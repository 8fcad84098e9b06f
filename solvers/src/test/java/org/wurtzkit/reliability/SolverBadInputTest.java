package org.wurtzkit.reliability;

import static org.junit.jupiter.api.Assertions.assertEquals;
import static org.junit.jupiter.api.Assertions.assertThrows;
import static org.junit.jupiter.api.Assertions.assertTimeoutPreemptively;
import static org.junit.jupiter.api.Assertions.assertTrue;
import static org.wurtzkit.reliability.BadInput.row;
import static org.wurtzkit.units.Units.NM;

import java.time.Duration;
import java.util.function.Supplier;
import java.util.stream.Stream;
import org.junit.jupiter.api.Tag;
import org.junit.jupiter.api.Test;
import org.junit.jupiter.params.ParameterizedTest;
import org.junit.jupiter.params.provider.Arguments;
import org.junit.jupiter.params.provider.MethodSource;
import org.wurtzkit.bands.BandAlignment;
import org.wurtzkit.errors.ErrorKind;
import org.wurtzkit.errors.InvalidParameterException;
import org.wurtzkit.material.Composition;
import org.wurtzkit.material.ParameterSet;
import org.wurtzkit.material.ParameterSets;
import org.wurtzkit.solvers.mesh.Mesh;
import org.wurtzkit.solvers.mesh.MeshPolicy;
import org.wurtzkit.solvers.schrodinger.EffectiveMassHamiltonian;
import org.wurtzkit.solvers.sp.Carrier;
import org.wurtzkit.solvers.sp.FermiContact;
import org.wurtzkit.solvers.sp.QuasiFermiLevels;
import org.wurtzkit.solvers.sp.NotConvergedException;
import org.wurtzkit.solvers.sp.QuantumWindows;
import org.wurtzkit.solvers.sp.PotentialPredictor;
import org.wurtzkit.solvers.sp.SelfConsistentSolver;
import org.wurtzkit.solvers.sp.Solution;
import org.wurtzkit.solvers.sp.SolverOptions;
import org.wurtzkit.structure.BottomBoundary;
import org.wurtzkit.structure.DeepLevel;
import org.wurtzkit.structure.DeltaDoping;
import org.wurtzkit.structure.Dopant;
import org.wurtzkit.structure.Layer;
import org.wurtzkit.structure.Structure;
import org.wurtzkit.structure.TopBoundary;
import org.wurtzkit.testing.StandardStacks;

•••

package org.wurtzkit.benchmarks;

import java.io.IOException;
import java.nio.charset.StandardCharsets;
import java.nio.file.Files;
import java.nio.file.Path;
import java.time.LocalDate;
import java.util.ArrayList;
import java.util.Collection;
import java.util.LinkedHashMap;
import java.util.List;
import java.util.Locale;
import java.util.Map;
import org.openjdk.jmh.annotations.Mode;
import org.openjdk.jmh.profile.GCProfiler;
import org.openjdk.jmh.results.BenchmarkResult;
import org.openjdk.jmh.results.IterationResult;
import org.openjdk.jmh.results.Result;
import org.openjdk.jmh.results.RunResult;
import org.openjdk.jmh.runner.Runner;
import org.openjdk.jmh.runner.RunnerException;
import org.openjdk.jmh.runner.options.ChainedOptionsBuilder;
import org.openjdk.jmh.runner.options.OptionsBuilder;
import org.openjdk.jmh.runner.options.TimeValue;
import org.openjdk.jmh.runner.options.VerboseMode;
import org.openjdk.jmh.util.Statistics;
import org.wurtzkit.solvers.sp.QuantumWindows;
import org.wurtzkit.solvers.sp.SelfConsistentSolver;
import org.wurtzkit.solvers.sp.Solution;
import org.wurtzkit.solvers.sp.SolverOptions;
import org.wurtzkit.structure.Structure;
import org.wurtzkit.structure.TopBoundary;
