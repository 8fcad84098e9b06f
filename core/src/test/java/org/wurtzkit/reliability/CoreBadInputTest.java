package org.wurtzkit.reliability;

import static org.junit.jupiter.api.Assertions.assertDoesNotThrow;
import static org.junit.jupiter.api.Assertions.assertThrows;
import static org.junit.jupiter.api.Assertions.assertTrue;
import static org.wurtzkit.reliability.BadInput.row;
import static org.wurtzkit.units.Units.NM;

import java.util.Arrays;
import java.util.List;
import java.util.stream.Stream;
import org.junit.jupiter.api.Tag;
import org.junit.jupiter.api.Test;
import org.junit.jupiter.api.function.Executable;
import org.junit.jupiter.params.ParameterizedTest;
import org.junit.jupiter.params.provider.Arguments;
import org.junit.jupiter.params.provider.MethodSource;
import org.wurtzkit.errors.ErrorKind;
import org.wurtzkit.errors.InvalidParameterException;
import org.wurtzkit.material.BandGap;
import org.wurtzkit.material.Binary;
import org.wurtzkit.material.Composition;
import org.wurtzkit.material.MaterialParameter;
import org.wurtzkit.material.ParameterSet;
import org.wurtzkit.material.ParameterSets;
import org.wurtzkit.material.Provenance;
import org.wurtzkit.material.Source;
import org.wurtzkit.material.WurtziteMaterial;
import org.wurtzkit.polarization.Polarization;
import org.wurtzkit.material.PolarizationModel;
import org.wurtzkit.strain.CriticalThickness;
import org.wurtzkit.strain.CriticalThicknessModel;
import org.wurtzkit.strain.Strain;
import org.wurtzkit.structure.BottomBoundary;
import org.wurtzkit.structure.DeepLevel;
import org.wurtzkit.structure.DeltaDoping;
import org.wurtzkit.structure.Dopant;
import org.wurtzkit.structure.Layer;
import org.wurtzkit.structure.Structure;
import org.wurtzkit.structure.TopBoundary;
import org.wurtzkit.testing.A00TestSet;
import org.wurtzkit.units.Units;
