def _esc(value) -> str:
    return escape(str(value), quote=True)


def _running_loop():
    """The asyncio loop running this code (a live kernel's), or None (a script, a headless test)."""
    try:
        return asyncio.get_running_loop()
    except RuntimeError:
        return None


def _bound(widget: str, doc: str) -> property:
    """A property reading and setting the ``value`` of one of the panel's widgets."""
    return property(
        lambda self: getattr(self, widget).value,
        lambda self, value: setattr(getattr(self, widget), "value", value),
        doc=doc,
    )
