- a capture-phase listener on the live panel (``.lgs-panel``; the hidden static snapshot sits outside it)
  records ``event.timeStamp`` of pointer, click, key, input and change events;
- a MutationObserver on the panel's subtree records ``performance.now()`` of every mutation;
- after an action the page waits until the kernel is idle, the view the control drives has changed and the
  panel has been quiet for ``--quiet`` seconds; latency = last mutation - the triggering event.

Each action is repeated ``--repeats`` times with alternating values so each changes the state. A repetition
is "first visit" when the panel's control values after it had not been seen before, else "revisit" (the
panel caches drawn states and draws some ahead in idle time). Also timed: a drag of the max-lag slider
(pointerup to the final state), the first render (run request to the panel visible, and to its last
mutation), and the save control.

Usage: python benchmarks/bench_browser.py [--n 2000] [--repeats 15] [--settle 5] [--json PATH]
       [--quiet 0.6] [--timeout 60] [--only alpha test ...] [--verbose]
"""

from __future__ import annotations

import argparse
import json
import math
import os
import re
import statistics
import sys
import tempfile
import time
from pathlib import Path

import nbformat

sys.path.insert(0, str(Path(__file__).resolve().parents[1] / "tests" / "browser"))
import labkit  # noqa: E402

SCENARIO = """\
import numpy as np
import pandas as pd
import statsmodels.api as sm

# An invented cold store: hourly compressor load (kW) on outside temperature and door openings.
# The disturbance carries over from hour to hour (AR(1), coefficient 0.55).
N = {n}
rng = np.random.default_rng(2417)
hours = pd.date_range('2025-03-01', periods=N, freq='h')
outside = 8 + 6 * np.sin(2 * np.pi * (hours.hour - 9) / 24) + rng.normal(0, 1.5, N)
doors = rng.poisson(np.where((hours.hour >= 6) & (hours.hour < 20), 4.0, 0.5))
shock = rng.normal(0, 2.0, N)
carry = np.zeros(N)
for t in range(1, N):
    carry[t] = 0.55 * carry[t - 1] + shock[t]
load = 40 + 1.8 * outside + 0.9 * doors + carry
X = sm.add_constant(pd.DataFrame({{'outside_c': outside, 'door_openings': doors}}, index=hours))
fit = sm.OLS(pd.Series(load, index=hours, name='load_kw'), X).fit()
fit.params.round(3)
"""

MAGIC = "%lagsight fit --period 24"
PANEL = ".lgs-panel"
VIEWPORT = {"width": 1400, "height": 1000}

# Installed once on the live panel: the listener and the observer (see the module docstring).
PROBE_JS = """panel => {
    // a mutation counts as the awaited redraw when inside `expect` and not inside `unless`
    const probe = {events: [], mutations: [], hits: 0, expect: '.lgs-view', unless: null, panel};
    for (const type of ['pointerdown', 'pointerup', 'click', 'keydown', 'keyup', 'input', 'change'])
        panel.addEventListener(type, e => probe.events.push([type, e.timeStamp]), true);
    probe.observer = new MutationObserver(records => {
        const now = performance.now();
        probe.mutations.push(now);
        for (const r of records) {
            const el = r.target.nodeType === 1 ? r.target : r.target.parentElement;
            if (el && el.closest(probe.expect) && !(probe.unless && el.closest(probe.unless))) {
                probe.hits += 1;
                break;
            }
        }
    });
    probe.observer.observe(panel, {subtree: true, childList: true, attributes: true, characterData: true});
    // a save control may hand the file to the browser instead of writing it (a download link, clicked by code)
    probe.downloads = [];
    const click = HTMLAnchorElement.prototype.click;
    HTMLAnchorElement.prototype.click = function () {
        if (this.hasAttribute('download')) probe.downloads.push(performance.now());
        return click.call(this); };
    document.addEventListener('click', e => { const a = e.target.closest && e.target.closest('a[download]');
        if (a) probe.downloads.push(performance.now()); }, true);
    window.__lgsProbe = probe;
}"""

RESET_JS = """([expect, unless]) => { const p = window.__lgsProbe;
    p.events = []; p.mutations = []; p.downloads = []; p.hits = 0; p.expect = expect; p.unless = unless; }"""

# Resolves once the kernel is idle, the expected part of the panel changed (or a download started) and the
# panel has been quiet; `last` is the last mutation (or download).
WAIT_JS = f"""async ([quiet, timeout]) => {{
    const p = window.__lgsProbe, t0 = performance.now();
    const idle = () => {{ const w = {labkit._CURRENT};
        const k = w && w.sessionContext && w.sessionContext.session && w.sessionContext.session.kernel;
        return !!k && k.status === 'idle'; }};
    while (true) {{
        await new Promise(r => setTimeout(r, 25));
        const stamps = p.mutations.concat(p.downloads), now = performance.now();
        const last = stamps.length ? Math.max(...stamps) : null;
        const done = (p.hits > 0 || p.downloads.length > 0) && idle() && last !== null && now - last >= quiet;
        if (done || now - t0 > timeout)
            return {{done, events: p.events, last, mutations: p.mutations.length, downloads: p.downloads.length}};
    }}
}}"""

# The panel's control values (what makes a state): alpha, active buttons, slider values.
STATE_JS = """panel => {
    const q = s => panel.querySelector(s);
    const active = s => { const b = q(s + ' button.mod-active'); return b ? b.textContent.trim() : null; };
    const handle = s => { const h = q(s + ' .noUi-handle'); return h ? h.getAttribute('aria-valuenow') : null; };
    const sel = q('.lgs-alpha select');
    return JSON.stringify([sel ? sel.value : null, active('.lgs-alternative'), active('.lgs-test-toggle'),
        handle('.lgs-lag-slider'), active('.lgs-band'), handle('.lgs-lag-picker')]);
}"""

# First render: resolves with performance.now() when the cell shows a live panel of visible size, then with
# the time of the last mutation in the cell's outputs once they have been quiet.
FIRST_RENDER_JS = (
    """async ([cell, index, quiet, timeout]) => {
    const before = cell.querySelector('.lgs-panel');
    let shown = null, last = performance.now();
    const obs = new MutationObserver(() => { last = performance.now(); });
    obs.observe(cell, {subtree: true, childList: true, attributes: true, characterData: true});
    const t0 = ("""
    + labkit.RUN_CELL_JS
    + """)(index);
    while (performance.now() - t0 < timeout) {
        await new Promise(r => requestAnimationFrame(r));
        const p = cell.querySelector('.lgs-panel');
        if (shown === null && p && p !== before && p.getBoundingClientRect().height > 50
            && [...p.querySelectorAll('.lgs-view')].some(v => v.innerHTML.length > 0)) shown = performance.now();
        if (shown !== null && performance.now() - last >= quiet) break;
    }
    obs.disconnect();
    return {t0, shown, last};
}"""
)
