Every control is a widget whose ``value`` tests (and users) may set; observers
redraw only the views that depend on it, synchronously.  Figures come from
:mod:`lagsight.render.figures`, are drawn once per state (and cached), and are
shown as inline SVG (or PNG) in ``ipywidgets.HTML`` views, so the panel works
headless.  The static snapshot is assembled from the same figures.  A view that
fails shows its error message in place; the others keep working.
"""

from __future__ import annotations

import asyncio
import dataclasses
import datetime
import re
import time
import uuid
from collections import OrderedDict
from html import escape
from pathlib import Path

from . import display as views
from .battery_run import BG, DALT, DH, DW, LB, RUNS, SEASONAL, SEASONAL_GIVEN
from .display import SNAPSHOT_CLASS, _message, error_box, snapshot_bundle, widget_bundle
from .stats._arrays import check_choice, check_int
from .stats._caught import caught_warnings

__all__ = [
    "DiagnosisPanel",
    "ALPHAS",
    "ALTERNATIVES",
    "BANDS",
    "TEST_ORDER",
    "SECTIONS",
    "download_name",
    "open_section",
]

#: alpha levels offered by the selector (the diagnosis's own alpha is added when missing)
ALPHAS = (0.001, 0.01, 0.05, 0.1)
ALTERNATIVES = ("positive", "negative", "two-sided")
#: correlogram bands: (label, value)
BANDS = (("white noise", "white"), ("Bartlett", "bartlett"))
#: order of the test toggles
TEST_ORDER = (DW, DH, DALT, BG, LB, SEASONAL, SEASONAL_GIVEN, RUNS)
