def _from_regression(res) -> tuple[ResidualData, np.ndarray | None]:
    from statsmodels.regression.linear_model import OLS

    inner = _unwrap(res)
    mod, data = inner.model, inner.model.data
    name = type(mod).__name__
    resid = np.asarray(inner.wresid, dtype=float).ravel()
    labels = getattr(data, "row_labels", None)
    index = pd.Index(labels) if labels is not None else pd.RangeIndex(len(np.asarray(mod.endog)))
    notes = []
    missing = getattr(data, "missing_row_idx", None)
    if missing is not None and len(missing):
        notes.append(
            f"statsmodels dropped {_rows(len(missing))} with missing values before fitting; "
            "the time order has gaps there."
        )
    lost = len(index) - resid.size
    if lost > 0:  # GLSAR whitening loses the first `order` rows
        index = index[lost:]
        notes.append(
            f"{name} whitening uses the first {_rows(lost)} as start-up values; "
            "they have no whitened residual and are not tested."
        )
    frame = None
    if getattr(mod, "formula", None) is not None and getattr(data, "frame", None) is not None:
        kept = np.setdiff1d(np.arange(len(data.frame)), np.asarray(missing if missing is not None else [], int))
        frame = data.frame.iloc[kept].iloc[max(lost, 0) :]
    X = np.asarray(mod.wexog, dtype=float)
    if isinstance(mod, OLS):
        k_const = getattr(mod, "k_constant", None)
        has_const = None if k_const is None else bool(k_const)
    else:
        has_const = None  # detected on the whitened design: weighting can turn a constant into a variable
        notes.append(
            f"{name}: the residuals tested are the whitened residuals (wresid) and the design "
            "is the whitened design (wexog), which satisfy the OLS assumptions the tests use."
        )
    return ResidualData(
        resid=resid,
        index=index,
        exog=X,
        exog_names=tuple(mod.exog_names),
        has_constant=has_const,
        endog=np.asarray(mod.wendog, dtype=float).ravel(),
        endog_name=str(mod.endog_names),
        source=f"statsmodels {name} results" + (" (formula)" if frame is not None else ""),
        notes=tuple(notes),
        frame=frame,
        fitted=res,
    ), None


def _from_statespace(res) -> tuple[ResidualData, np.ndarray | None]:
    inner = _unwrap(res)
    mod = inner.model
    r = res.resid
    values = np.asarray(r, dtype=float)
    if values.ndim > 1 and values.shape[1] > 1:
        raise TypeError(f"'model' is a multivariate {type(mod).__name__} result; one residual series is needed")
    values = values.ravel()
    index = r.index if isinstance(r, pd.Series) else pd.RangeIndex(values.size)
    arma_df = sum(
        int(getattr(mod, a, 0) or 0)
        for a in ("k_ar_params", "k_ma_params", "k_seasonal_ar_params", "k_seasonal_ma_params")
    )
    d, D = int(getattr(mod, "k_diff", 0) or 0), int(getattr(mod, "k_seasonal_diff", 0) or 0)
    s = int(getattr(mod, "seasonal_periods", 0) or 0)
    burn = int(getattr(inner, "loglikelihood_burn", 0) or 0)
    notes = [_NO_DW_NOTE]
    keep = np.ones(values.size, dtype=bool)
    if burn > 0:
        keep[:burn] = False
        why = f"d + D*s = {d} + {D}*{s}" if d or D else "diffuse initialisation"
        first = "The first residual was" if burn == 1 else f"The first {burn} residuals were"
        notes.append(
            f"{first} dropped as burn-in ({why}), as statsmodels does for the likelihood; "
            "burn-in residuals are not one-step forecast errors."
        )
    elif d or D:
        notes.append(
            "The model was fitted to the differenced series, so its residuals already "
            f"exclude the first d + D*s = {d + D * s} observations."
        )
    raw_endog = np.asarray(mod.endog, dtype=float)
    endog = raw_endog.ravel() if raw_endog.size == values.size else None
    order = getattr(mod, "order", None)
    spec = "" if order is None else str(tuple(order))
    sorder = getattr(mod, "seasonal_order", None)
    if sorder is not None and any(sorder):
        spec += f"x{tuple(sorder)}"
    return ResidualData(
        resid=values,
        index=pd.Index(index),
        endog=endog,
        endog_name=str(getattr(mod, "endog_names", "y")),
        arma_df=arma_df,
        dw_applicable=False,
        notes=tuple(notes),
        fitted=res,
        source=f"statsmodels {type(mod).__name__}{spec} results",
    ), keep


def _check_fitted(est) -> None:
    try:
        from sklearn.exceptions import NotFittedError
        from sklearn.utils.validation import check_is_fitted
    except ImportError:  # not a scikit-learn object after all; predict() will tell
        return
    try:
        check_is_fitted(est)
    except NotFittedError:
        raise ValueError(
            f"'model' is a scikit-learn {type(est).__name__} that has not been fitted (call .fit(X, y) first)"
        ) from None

•••

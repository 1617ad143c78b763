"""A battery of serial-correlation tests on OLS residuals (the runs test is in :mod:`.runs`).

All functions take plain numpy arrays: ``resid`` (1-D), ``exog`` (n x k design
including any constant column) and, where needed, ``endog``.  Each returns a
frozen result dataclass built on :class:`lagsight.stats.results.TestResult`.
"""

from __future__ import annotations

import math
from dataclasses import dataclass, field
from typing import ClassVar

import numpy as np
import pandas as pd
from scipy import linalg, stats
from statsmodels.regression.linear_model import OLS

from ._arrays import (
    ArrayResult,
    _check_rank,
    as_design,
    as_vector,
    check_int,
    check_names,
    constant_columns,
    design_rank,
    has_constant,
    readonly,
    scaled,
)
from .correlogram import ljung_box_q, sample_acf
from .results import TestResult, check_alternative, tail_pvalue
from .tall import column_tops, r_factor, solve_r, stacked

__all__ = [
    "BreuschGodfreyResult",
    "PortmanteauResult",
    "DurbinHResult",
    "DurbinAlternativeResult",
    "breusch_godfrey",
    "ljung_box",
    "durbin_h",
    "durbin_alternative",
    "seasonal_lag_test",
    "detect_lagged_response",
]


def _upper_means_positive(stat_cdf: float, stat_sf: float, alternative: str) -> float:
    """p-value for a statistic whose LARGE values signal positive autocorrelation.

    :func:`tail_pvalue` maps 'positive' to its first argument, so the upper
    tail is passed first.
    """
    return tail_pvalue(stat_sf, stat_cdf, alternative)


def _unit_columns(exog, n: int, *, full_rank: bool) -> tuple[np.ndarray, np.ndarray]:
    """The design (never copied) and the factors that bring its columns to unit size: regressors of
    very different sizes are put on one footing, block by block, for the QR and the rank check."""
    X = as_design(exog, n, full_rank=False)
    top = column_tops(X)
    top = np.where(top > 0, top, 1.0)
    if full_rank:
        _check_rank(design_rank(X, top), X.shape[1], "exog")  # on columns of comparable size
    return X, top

•••

REQUIREMENT:
Go through the material above and state how many lines hold the word "asarray". Give only the number.

RESULT OF THIS EXERCISE:
7